PROBLEM DETAILS:
Given the listing below, write out exactly the lines starting with the line that has "export const projectFolder" and going on through the line that has "process.stderr.write('Installing the dependencies", both kept.

MATERIAL FOR THE TASK:

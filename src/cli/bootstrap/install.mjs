/**
 * Installs the dependencies when they are missing or older than the lock file. Plain JavaScript
 * without dependencies: it runs before there is anything to compile with.
 */
import { spawnSync } from 'node:child_process';
import { existsSync, readFileSync, statSync } from 'node:fs';
import { join } from 'node:path';
import { fileURLToPath } from 'node:url';

/** The folder of package.json. */
export const projectFolder = fileURLToPath(new URL('../../..', import.meta.url));

/**
 * @returns true when the dependencies are there; a false is already told on standard error
 */
export function ensureInstalled() {
  if (!isNodeNewEnough()) return false;
  if (isInstalled()) return true;
  process.stderr.write('Installing the dependencies (once) …\n');
  const { status, error } = spawnSync(
    'npm',
    ['ci', '--no-fund', '--no-audit', '--loglevel=error'],
    {
      cwd: projectFolder,
      // Their words belong to standard error: what the command itself prints stays clean.
      stdio: ['ignore', 2, 2],
      env: { ...process.env, NODE_ENV: 'development' },
    },
  );
  if (status === 0) return true;
  const reason = error === undefined ? `npm ci ended with ${status}` : error.message;
  process.stderr.write(
    `rimlight: the dependencies could not be installed (${reason}). Check the network and run \`npm ci\`.\n`,
  );
  return false;
}

/** npm writes the hidden lock file last, so a broken-off installation has none. */
function isInstalled() {
  const installed = join(projectFolder, 'node_modules', '.package-lock.json');
  const wanted = join(projectFolder, 'package-lock.json');
  return existsSync(installed) && statSync(installed).mtimeMs >= statSync(wanted).mtimeMs;
}

function isNodeNewEnough() {
  const { engines } = JSON.parse(readFileSync(join(projectFolder, 'package.json'), 'utf8'));
  const [, ...least] = /(\d+)\.(\d+)/.exec(engines.node).map(Number);
  const [major, minor] = process.versions.node.split('.').map(Number);
  if (major > least[0] || (major === least[0] && minor >= least[1])) return true;
  process.stderr.write(
    `rimlight: Node ${process.versions.node} is too old (${process.execPath}). Use Node ${least.join('.')} or newer.\n`,
  );
  return false;
}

PROBLEM SOLUTION:
export const projectFolder = fileURLToPath(new URL('../../..', import.meta.url));

/**
 * @returns true when the dependencies are there; a false is already told on standard error
 */
export function ensureInstalled() {
  if (!isNodeNewEnough()) return false;
  if (isInstalled()) return true;
  process.stderr.write('Installing the dependencies (once) …\n');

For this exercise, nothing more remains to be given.